N-grams Corpus preprocessing
The input corpus in this week's assignment is a continuous text that needs some preprocessing so that you can start calculating the n-gram probabilities.
Some common preprocessing steps for the language models include:
- lowercasing the text
- remove special characters
- split text to list of sentences
- split sentence into list words
Can you note the similarities and differences among the preprocessing steps shown during the Course 1 of this specialization?
import nltk # NLP toolkit
import re # Library for Regular expression operations
nltk.download('punkt') # Download the Punkt sentence tokenizer
[nltk_data] Downloading package punkt to /home/jovyan/nltk_data...
[nltk_data] Unzipping tokenizers/punkt.zip.
True
Lowercase
Words at the beginning of a sentence and names start with a capital letter. However, when counting words, you want to treat them the same as if they appeared in the middle of a sentence.

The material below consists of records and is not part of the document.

//! `bandwarden demo`: write the built-in scene as IQ, to try files and pipes without a receiver.
//!
//! A SigMF recording also carries the scene's truth: one annotation per keyed interval of every
//! channel (sample range, frequency edges, channel name), so other tools can check what they find
//! against what was sent.

use crate::cli::DemoConfig;
use crate::messages::{note, sanitize};
use crate::source::demo::{channels, DemoSource, SITE_NAME};
use crate::source::{sigmf, SampleSource};
use anyhow::{Context, Result};
use num_complex::Complex32;
use serde_json::{json, Value};
use std::fs::File;
use std::io::{BufWriter, Write};
use std::process::ExitCode;

pub fn run(args: DemoConfig) -> Result<ExitCode> {
    let center = args.center_hz;
    let total = args.total_samples;
    let lower = args.out.to_ascii_lowercase();
    let is_sigmf = lower.ends_with(".sigmf-meta") || lower.ends_with(".sigmf-data");
    if args.start.is_some() && !is_sigmf {
        note("--start is only recorded in SigMF output (a name ending .sigmf-meta)");
    }
    let data_path = if args.out == "-" {
        "standard output".to_string()
    } else if is_sigmf {
        sigmf::paths(&args.out).1
    } else {
        args.out.clone()
    };
    let shown = sanitize(&data_path);
    let mut out: Box<dyn Write> = if args.out == "-" {
        Box::new(BufWriter::with_capacity(1 << 20, std::io::stdout().lock()))
    } else {
        Box::new(BufWriter::with_capacity(
            1 << 20,
            File::create(&data_path).with_context(|| {
                format!("cannot create '{shown}'; check the directory exists and is writable")
            })?,
        ))
    };
    if is_sigmf {
        let meta_path = sigmf::paths(&args.out).0;
        let meta = annotated_meta(&args, center, total.unwrap_or(0))?;
        std::fs::write(&meta_path, meta).with_context(|| {
            format!(
                "cannot write '{}'; check the directory exists and is writable",
                sanitize(&meta_path)
            )
        })?;
    }
    let write_failed = || {
        format!("cannot write the samples to '{shown}'; check the disk has room and the path is writable")
    };
    let mut src = DemoSource::with_seed(args.rate, center, args.realtime, args.seed)
        .with_start_time(args.start);
    let mut samples = Vec::new();
    let mut bytes = Vec::new();
    let mut written = 0u64;
    let block = (args.rate / 100.0).clamp(1024.0, 262_144.0) as usize;
    loop {
        let want = match total {
            Some(t) if written >= t => break,
            Some(t) => ((t - written) as usize).min(block),
            None => block,
        };
        samples.resize(want, Complex32::default());
        bytes.clear();
        let n = src.read(&mut samples[..want])?;
        args.format.encode(&samples[..n], &mut bytes);
        out.write_all(&bytes).with_context(write_failed)?;
        if args.realtime {
            out.flush().with_context(write_failed)?;
        }
        written += n as u64;
    }
    out.flush().with_context(write_failed)?;
    Ok(ExitCode::SUCCESS)
}

/// The `.sigmf-meta` text: the core fields plus the scene's keyed intervals as annotations.
fn annotated_meta(args: &DemoConfig, center_hz: f64, total: u64) -> Result<String> {
    let description = format!(
        "bandwarden demo scene: {SITE_NAME} (an invented site), synthetic, seed {}",
        args.seed
    );
    let text = sigmf::meta_json(args.format, args.rate, center_hz, args.start, &description);
    let mut meta: Value = serde_json::from_str(&text).context("SigMF meta of our own making")?;
    meta["annotations"] = Value::Array(truth_annotations(args.rate, center_hz, total));
    Ok(serde_json::to_string_pretty(&meta)?)
}

/// One SigMF annotation per keyed run of each channel present, in order of first sample.
fn truth_annotations(rate_hz: f64, center_hz: f64, total: u64) -> Vec<Value> {
    let mut found = Vec::new();
    for c in channels().into_iter().filter(|c| c.fits(rate_hz)) {
        let mut runs = Vec::new();
        c.schedule.runs(rate_hz, 0, total, &mut runs);
        let (lo, hi) =
            (c.center_hz(center_hz) - c.width_hz / 2.0, c.center_hz(center_hz) + c.width_hz / 2.0);
        for (a, b) in runs {
            found.push((
                a,
                json!({
                    "core:sample_start": a,
                    "core:sample_count": b - a,
                    "core:freq_lower_edge": lo,
                    "core:freq_upper_edge": hi,
                    "core:label": c.name,
                    "core:comment": "keyed (scene truth)",
                }),
            ));
        }
    }
    found.sort_by_key(|(a, _)| *a);
    found.into_iter().map(|(_, v)| v).collect()
}

#[cfg(test)]
mod tests {
    use super::*;

    #[test]
    fn annotations_follow_the_schedule() {
        let rate = 1e6;
        let total = 4_000_000;
        let notes = truth_annotations(rate, 433.5e6, total);
        let starts: Vec<u64> =
            notes.iter().map(|n| n["core:sample_start"].as_u64().unwrap()).collect();
        assert!(starts.windows(2).all(|w| w[0] <= w[1]), "SigMF wants annotations in order");
        for c in channels() {
            let mine: Vec<_> = notes.iter().filter(|n| n["core:label"] == c.name).collect();
            let keyed: u64 = mine.iter().map(|n| n["core:sample_count"].as_u64().unwrap()).sum();
            // Truth: the schedule's exact keyed time over the 4 s (to a sample per edge).
            let expect = c.schedule.keyed_time(0.0, 4.0) * rate;
            assert!((keyed as f64 - expect).abs() <= 2.0 * mine.len() as f64, "{}", c.name);
            let lo = mine[0]["core:freq_lower_edge"].as_f64().unwrap();
            assert!((lo - (433.5e6 + c.offset_hz - c.width_hz / 2.0)).abs() < 1e-3);
        }
    }
}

You can do that by converting the text to lowercase using [str.lowercase]
(https://docs.python.org/3/library/stdtypes.html?highlight=split#str.lower).
# change the corpus to lowercase
corpus = "Learning% makes 'me' happy. I am happy be-cause I am learning! :)"
corpus = corpus.lower()
# note that word "learning" will now be the same regardless of its position in the sentence
print(corpus)
learning% makes 'me' happy. i am happy be-cause i am learning! :)
Remove special charactes
Some of the characters may need to be removed from the corpus before we start processing the text to find n-grams.
Often, the special characters such as double quotes '"' or dash '-' are removed, and the interpunction such as full stop '.' or question mark '?' are left in the corpus.